Secondly, that same lowest common audience has grown up with the constant mass-media glorification of the American empire as well as those before it. The only way they know to be all they can be is by being square-jawed, gun-toting, tank-humping hired muscle. The game industry now toes the Hollywood line, a Thin Red Line as it were.
Think about what Stardock's diplomatic algorithm is really saying above. We hate you because you have no military. We hate you because you're not a threat to us. If this were a favorable stance everyone in the real world would be declaring war on Iceland. They don't because Iceland, astoundingly, turns out has its uses. A more rational diplomatic algorithm recognizes the value of trade partners. Sometimes it's more profitable to rip people off than to take them over.
Granted GC3 is a rather extreme example, as the "easy pickings" coefficient is simply set too high, resulting in most factions acting like Genghis Khan, but I'm curious how far this trend has spread these days. I could turtle in Civilization 4 to some extent and pay tribute but would still get attacked by civs much weaker than my own who simply saw one undefended city and couldn't resist the temptation. Routinely, my highest-rated ally would betray me with no diplomatic justification. How far will game developers go to punish those who plan ahead?

On one level this is simply lazy design. I can imagine it's quite difficult to create algorithms which take the long view of things, but AIs being immune to tedium and infinitely observant, they can easily spot the numerically weaker spots in a player's defenses. Developers take the shortcut of programming their single-player games to simply badger and harass the hu-mon into submission, to never let up. It's challenging... just not intellectually so. It's whack-a-mole.

However, it's also an internalization of the dogma of social domination spewed by the upper classes. Developers pander to their fatcat investors' politics: neoliberal economics, military-industrial lack of complexity, neoconservative family values, tribalism, plus the whole obedience training routine of achievement unlocks.

As one example, compare religion as a tool of social control in Sid Meier's Alpha Centauri to a later game in the series, Civilization 4. Alpha Centauri contained a religious faction, but it was one faction out of seven with its bonuses and drawbacks just like the others. In Civ 4, published after the company had grown more and was addressing a larger audience, religion was not only a stabilizing influence on your medieval society (granted, homogenizing thought by indoctrination in primitive superstition is a great boon to the puppet masters) but more sickeningly, provided the bulk of your civilization's "culture" metric instead of appearing as the stranglehold on creativity it truly has been over the millennia. If you think I'm being unfair, do a Google image search on "madonna with child" - you could pave half a continent with the Byzantines' regurgitation of that tripe alone. What's more, the more religions your cities possessed even in a "free worship" society in the modern age, the happier your populace. Yeah, obviously that's what you get when religions meet, just a total ecumenical clusterfuck of peace and love all around. But hey, that's the line the rich are feeding us, so that's the line toed by spineless game developers.

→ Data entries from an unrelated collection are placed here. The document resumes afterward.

package methodfile

import (
	"bytes"
	"fmt"
	"math/rand"
	"os"
	"path/filepath"
	"strings"
	"testing"

	"github.com/rampwise/rampwise/model"
)

const commentedPath = "../../testdata/commented.toml"

func readCommented(t *testing.T) ([]byte, *Method) {
	t.Helper()
	data, err := os.ReadFile(commentedPath)
	if err != nil {
		t.Fatal(err)
	}
	m, err := Parse(commentedPath, data)
	if err != nil {
		t.Fatal(err)
	}
	return data, m
}

// lineDiff lists the lines removed from a and added in b (a plain LCS line
// diff, enough to count changed lines).
func lineDiff(a, b string) (removed, added []string) {
	x, y := strings.Split(a, "\n"), strings.Split(b, "\n")
	// Equal lines at both ends are no part of the diff.
	for len(x) > 0 && len(y) > 0 && x[0] == y[0] {
		x, y = x[1:], y[1:]
	}
	for len(x) > 0 && len(y) > 0 && x[len(x)-1] == y[len(y)-1] {
		x, y = x[:len(x)-1], y[:len(y)-1]
	}
	n, m := len(x), len(y)
	dp := make([][]int, n+1)
	for i := range dp {
		dp[i] = make([]int, m+1)
	}
	for i := n - 1; i >= 0; i-- {
		for j := m - 1; j >= 0; j-- {
			if x[i] == y[j] {
				dp[i][j] = dp[i+1][j+1] + 1
			} else {
				dp[i][j] = max(dp[i+1][j], dp[i][j+1])
			}
		}
	}
	i, j := 0, 0
	for i < n && j < m {
		switch {
		case x[i] == y[j]:
			i++
			j++
		case dp[i+1][j] >= dp[i][j+1]:
			removed = append(removed, x[i])
			i++
		default:
			added = append(added, y[j])
			j++
		}
	}
	removed = append(removed, x[i:]...)
	added = append(added, y[j:]...)
	return
}

func comments(s string) []string {
	var out []string
	for _, l := range strings.Split(s, "\n") {
		if i := strings.Index(l, "#"); i >= 0 && !strings.Contains(l[:i], `"`) {
			out = append(out, strings.TrimSpace(l[i:]))
		}
	}
	return out
}

func update(t *testing.T, orig []byte, m *Method) string {
	t.Helper()
	out, inPlace, err := Update("m.toml", orig, m)
	if err != nil {
		t.Fatal(err)
	}
	if !inPlace {
		t.Fatal("fell back to a full rewrite")
	}
	got, err := Parse("m.toml", out)
	if err != nil {
		t.Fatalf("result does not parse: %v\n%s", err, out)
	}
	want, _ := Marshal(m)
	if again, _ := Marshal(got); !bytes.Equal(again, want) {
		t.Fatal("result does not mean the method")
	}
	return string(out)
}

// The round trip the issue asks for: one value changed in a heavily
// commented file gives a one-line diff, every comment kept.
func TestUpdateOneValueOneLine(t *testing.T) {
	orig, m := readCommented(t)
	m.Oven.Ramps[0].FinalC = 160
	out := update(t, orig, m)
	rem, add := lineDiff(string(orig), out)
	if len(rem) != 1 || len(add) != 1 {
		t.Fatalf("diff -%q +%q", rem, add)
	}
	if rem[0] != "final_c    = 150.0" || add[0] != "final_c    = 160.0" {
		t.Errorf("diff -%q +%q", rem, add)
	}
	if c0, c1 := comments(string(orig)), comments(out); strings.Join(c0, "|") != strings.Join(c1, "|") {
		t.Errorf("comments changed:\n%q\n%q", c0, c1)
	}
}

// A value with a comment after it keeps the comment; a single-quoted string
// changes only inside its line.
func TestUpdateKeepsTrailingComment(t *testing.T) {
	orig, m := readCommented(t)
	m.Column.MaxTempC = 320
	m.Title = "Citrus check mix, v2"
	out := update(t, orig, m)
	rem, add := lineDiff(string(orig), out)
	if len(rem) != 2 || len(add) != 2 {
		t.Fatalf("diff -%q +%q", rem, add)
	}
	if !strings.Contains(out, "max_temp_c  = 320       # maker's isothermal limit\n") {
		t.Errorf("comment after the value lost:\n%s", out)
	}
	if !strings.Contains(out, `title = 'Citrus check mix, v2'   # single quotes on purpose`) {
		t.Errorf("title line:\n%s", out)
	}
}

// Nothing changed: the file comes back byte for byte.
func TestUpdateUnchangedIsIdentical(t *testing.T) {
	orig, m := readCommented(t)
	if out := update(t, orig, m); out != string(orig) {
		t.Error("unchanged method rewrote the file")
	}
}

// A removed compound goes with the comment lines right above it; the others
// and their comments are untouched.
func TestUpdateRemoveCompound(t *testing.T) {
	orig, m := readCommented(t)
	m.Compounds = append(m.Compounds[:2], m.Compounds[3:]...) // alpha-pinene
	out := update(t, orig, m)
	rem, add := lineDiff(string(orig), out)
	if len(add) != 0 {
		t.Errorf("added %q", add)
	}
	if strings.Contains(out, "alpha-pinene") || strings.Contains(out, "the pinenes come close") {
		t.Errorf("removed compound left:\n%s", out)
	}
	if len(rem) != 8 { // comment, header, 5 keys, blank line
		t.Errorf("removed %d lines: %q", len(rem), rem)
	}
}

// An added compound goes after the last one, before the closing comment.
func TestUpdateAddCompound(t *testing.T) {
	orig, m := readCommented(t)
	c := m.Compounds[4]
	c.Name = "gamma-terpinene"
	c.DHkJ, c.DS = -61.04, -106.92
	m.Compounds = append(m.Compounds, c)
	out := update(t, orig, m)
	rem, _ := lineDiff(string(orig), out)
	if len(rem) != 0 {
		t.Errorf("removed %q", rem)
	}
	if !strings.Contains(out, "amount = 3.0    # the big one\n\n[[compound]]\nname = 'gamma-terpinene'") {
		t.Errorf("not placed after the last compound:\n%s", out)
	}
	if !strings.HasSuffix(out, "# end of the list\n") {
		t.Errorf("closing comment moved:\n%s", out)
	}
}

// A removed ramp's table is removed; a new key goes to the end of its own
// table; a table the file lacked is added whole.
func TestUpdateRampKeyAndTable(t *testing.T) {
	orig, m := readCommented(t)
	m.Oven.Ramps = m.Oven.Ramps[1:]
	m.Goal.Ramps = 1
	m.Column.HasCapacity, m.Column.CapacityNG = true, 50
	m.Injection.Present, m.Injection.VolumeUL, m.Injection.SplitRatio = true, 1, 20
	out := update(t, orig, m)
	if strings.Contains(out, "first ramp: the lights") || strings.Count(out, "[[oven.ramp]]") != 1 {
		t.Errorf("ramp not removed:\n%s", out)
	}
	if !strings.Contains(out, "max_temp_c  = 325       # maker's isothermal limit\ncapacity_ng = 50.0\n") {
		t.Errorf("new key not at the end of its table:\n%s", out)
	}
	if !strings.Contains(out, "[injection]\n") || !strings.Contains(out, "hold_min   = 2.0        # bake a little") {
		t.Errorf("table not added or ramp lost:\n%s", out)
	}
}

// Removing an optional value removes its line only.
func TestUpdateRemoveKey(t *testing.T) {
	orig, m := readCommented(t)
	m.Column.Phase = ""
	out := update(t, orig, m)
	rem, add := lineDiff(string(orig), out)
	if len(rem) != 1 || len(add) != 0 || !strings.HasPrefix(rem[0], "phase") {
		t.Errorf("diff -%q +%q", rem, add)
	}
}

// CRLF files stay CRLF, a BOM stays.
func TestUpdateCRLFAndBOM(t *testing.T) {
	orig, m := readCommented(t)
	crlf := append([]byte("\xEF\xBB\xBF"), bytes.ReplaceAll(orig, []byte("\n"), []byte("\r\n"))...)
	m.Column.HasCapacity, m.Column.CapacityNG = true, 50
	m.Oven.InitialC = 45
	out, inPlace, err := Update("m.toml", crlf, m)
	if err != nil || !inPlace {
		t.Fatal(err, inPlace)
	}
	if !bytes.HasPrefix(out, []byte("\xEF\xBB\xBF")) || bytes.Count(out, []byte("\n")) != bytes.Count(out, []byte("\r\n")) {
		t.Errorf("line ends or BOM changed: %q", out[:80])
	}
}

// Random edits of many kinds on the commented file and on the demo: every
// result means the edited method, and none falls back to a full rewrite.
func TestUpdateRandomEdits(t *testing.T) {
	rng := rand.New(rand.NewSource(7))
	origC, _ := readCommented(t)
	origD, err := os.ReadFile(demoPath)
	if err != nil {
		t.Fatal(err)
	}
	for trial := 0; trial < 300; trial++ {
		orig := origC
		if trial%2 == 1 {
			orig = origD
		}
		m, err := Parse("m.toml", orig)
		if err != nil {
			t.Fatal(err)
		}
		for k := 0; k < 1+rng.Intn(4); k++ {
			switch rng.Intn(11) {
			case 8:
				if len(m.Limits.RateBands) == 0 {
					m.Limits.RateBands = append(m.Limits.RateBands, RateBand{AboveC: 200, MaxRateCMin: 20})
				} else {
					m.Limits.RateBands = nil
				}
			case 9:
				m.Goal.Robust.OvenOffsetC = float64(rng.Intn(3))
			case 10:
				m.Limits.MaxRateCMin = float64(40 + rng.Intn(60))
			case 0:
				m.Oven.InitialC = 35 + float64(rng.Intn(40))
			case 1:
				if len(m.Oven.Ramps) > 1 {
					i := rng.Intn(len(m.Oven.Ramps))
					m.Oven.Ramps = append(m.Oven.Ramps[:i:i], m.Oven.Ramps[i+1:]...)
				}
			case 2:
				if len(m.Oven.Ramps) < 4 {
					last := m.Oven.Ramps[len(m.Oven.Ramps)-1]
					last.FinalC = min(last.FinalC+10, m.Column.MaxTempC)
					m.Oven.Ramps = append(m.Oven.Ramps, last)
				}
			case 3:
				if len(m.Compounds) > 2 {
					i := rng.Intn(len(m.Compounds))
					m.Compounds = append(m.Compounds[:i:i], m.Compounds[i+1:]...)
				}
			case 4:
				c := m.Compounds[rng.Intn(len(m.Compounds))]
				c.Name = fmt.Sprintf("added %d", rng.Intn(1e6))
				i := rng.Intn(len(m.Compounds) + 1)
				m.Compounds = append(m.Compounds[:i], append([]Compound{c}, m.Compounds[i:]...)...)
			case 5:
				i := rng.Intn(len(m.Compounds))
				m.Compounds[i].Amount = float64(1+rng.Intn(30)) / 10
			case 6:
				m.Column.Phase = []string{"", "wax", m.Column.Phase}[rng.Intn(3)]
			case 7:
				m.Title = []string{"", "new title", m.Title}[rng.Intn(3)]
			}
		}
		if _, err := Parse("check", mustMarshal(t, m)); err != nil {
			continue // an edit made an invalid method; not this test's subject
		}
		update(t, orig, m)
	}
}

func mustMarshal(t *testing.T, m *Method) []byte {
	b, err := Marshal(m)
	if err != nil {
		t.Fatal(err)
	}
	return b
}

// WriteFile over an existing method keeps its comments.
func TestWriteFileKeepsComments(t *testing.T) {
	orig, m := readCommented(t)
	p := filepath.Join(t.TempDir(), "m.toml")
	os.WriteFile(p, orig, 0o644)
	m.Oven.InitialC = 45
	if err := WriteFile(p, m); err != nil {
		t.Fatal(err)
	}
	now, _ := os.ReadFile(p)
	rem, add := lineDiff(string(orig), string(now))
	if len(rem) != 1 || len(add) != 1 {
		t.Errorf("diff -%q +%q", rem, add)
	}
}

// A UTF-8 byte order mark is accepted; UTF-16 (both byte orders, with or
// without a mark) says to save the file as UTF-8.
func TestBOMAndUTF16(t *testing.T) {
	orig, _ := readCommented(t)
	if _, err := Parse("m.toml", append([]byte("\xEF\xBB\xBF"), orig...)); err != nil {
		t.Errorf("BOM refused: %v", err)
	}
	le := func(s []byte, bom bool, big bool) []byte {
		var out []byte
		if bom {
			if big {
				out = append(out, 0xFE, 0xFF)
			} else {
				out = append(out, 0xFF, 0xFE)
			}
		}
		for _, c := range s {
			if big {
				out = append(out, 0, c)
			} else {
				out = append(out, c, 0)
			}
		}
		return out
	}
	for _, bom := range []bool{true, false} {
		for _, big := range []bool{true, false} {
			_, err := Parse("m.toml", le([]byte("title = 'x'\n[column]\nlength_m = 30\n"), bom, big))
			if err == nil || !strings.Contains(err.Error(), "save it as UTF-8") || !strings.Contains(err.Error(), "m.toml") {
				t.Errorf("bom %v big %v: %v", bom, big, err)
			}
		}
	}
}

// bigCommented is the commented file with n compounds (copies of its own
// under new names), and the method it means.
func bigCommented(b testing.TB, n int) ([]byte, *Method) {
	orig, err := os.ReadFile(commentedPath)
	if err != nil {
		b.Fatal(err)
	}
	s := string(orig)
	i := strings.Index(s, "# solvent, not a target")
	head, block := s[:i], s[i:strings.Index(s, "# end of the list")]
	var sb strings.Builder
	sb.WriteString(head)
	for k := 0; sb.Len() < 1 || k*5 < n; k++ {
		sb.WriteString(strings.NewReplacer(`name = "`, fmt.Sprintf(`name = "%d `, k)).Replace(block))
	}
	data := []byte(sb.String())
	m, err := Parse("big.toml", data)
	if err != nil {
		b.Fatal(err)
	}
	return data, m
}

// One value changed in a 2000-compound commented file: the whole save
// text (Update: diff, placement, re-parse check).
func BenchmarkUpdate2000(b *testing.B) {
	orig, m := bigCommented(b, 2000)
	m.Compounds[1000].Amount = 2.5
	b.ReportAllocs()
	b.ResetTimer()
	for i := 0; i < b.N; i++ {
		if _, inPlace, err := Update("big.toml", orig, m); err != nil || !inPlace {
			b.Fatal(err, inPlace)
		}
	}
}

// A compound removed from the middle of 2000, and every compound changed
// (what a fit does): both placed in the text, not rewritten.
func TestUpdateBigEdits(t *testing.T) {
	orig, m := bigCommented(t, 2000)
	if len(m.Compounds) != 2000 {
		t.Fatalf("%d compounds", len(m.Compounds))
	}
	rm := m.Clone()
	rm.Compounds = append(rm.Compounds[:700:700], rm.Compounds[701:]...)
	out := update(t, orig, rm)
	r, a := lineDiff(string(orig), out)
	if len(a) != 0 || len(r) > 9 {
		t.Errorf("removing one compound: -%d +%d lines", len(r), len(a))
	}
	all := m.Clone()
	for i := range all.Compounds {
		all.Compounds[i].DHkJ -= 0.5
	}
	out = update(t, orig, all)
	ol, nl := strings.Split(string(orig), "\n"), strings.Split(out, "\n")
	if len(ol) != len(nl) {
		t.Fatalf("changing every ΔH: %d lines became %d", len(ol), len(nl))
	}
	changed := 0
	for i := range ol {
		if ol[i] != nl[i] {
			changed++
			if !strings.HasPrefix(nl[i], "dH_kJ_mol = ") {
				t.Fatalf("line %d changed: %q → %q", i+1, ol[i], nl[i])
			}
		}
	}
	if changed != 2000 {
		t.Errorf("changing every ΔH changed %d lines, want 2000", changed)
	}
}

// Parsing a 2000-compound method (locating every key's line included).
func BenchmarkParse2000(b *testing.B) {
	orig, _ := bigCommented(b, 2000)
	b.ReportAllocs()
	b.ResetTimer()
	for i := 0; i < b.N; i++ {
		if _, err := Parse("big.toml", orig); err != nil {
			b.Fatal(err)
		}
	}
}

// Layouts other than one table per header: quoted keys and a dotted key
// are placed in the text; inline tables for the ramps defeat the placer,
// and then the method is written fresh (still exactly the method).
func TestUpdateOtherLayouts(t *testing.T) {
	orig, _ := readCommented(t)
	s := string(orig)
	quoted := strings.Replace(s, "diameter_mm = 0.25", `"diameter_mm" = 0.25`, 1)
	goal := "[goal]\nmin_resolution = 1.5\nobjective = \"run-time\"\nramps = 2\n"
	dotted := strings.Replace(strings.Replace(s, goal, "", 1), "# --- hardware", "goal.min_resolution = 1.5\ngoal.objective = \"run-time\"\ngoal.ramps = 2\n\n# --- hardware", 1)
	inline := s[:strings.Index(s, "# first ramp")] + "ramp = [{rate_c_min = 10.0, final_c = 150.0}, {rate_c_min = 20.0, final_c = 240.0, hold_min = 2.0}]\n\n" + s[strings.Index(s, "[goal]"):]
	for _, tc := range []struct {
		name    string
		text    string
		inPlace bool
	}{{"quoted", quoted, true}, {"dotted", dotted, true}, {"inline", inline, false}} {
		m, err := Parse("m.toml", []byte(tc.text))
		if err != nil {
			t.Fatalf("%s: %v", tc.name, err)
		}
		m.Column.DiameterMM = 0.32
		m.Carrier.Gas = model.Hydrogen
		m.Oven.InitialC = 45
		m.Goal.MinResolution = 2
		out, inPlace, err := Update("m.toml", []byte(tc.text), m)
		if err != nil {
			t.Fatal(err)
		}
		got, err := Parse("m.toml", out)
		if err != nil {
			t.Fatalf("%s: %v", tc.name, err)
		}
		want, _ := Marshal(m)
		if again, _ := Marshal(got); !bytes.Equal(again, want) {
			t.Errorf("%s: result means another method", tc.name)
		}
		if inPlace != tc.inPlace {
			t.Errorf("%s: in place %v, want %v", tc.name, inPlace, tc.inPlace)
		}
		if inPlace {
			r, a := lineDiff(tc.text, string(out))
			if len(r) != 4 || len(a) != 4 {
				t.Errorf("%s: diff -%q +%q", tc.name, r, a)
			}
		}
	}
}

// A key new to a table the file writes as dotted keys joins them, dotted.
func TestUpdateDottedNewKey(t *testing.T) {
	orig, _ := readCommented(t)
	goal := "[goal]\nmin_resolution = 1.5\nobjective = \"run-time\"\nramps = 2\n"
	text := strings.Replace(strings.Replace(string(orig), goal, "", 1), "# --- hardware", "goal.min_resolution = 1.5\ngoal.ramps = 2\n\n# --- hardware", 1)
	m, err := Parse("m.toml", []byte(text))
	if err != nil {
		t.Fatal(err)
	}
	m.Goal.TailMin = 1
	out := update(t, []byte(text), m)
	if !strings.Contains(out, "goal.ramps = 2\ngoal.tail_min = 1.0\n") {
		t.Errorf("not joined to the dotted keys:\n%s", out[:400])
	}
}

Just as Cities XL offers you no choice but to pander to your "elite" citizenry as you tax the poor to death and choke them with factory fumes, just as everything in Space Colony boils down to ass-kissing and a fat paycheck, strategy games in turn reinforce the military side of the military-industrial complex. Where they pay lip service to the existence of ivory towers, they make sure to drive home the point that real winners destroy and subjugate. I suppose it's no accident that the best exception I know to this rule, Europa Universalis (in which bellicosity is the quickest way to get trampled) comes from Paradox, a Swedish studio, instead of the usual suspects.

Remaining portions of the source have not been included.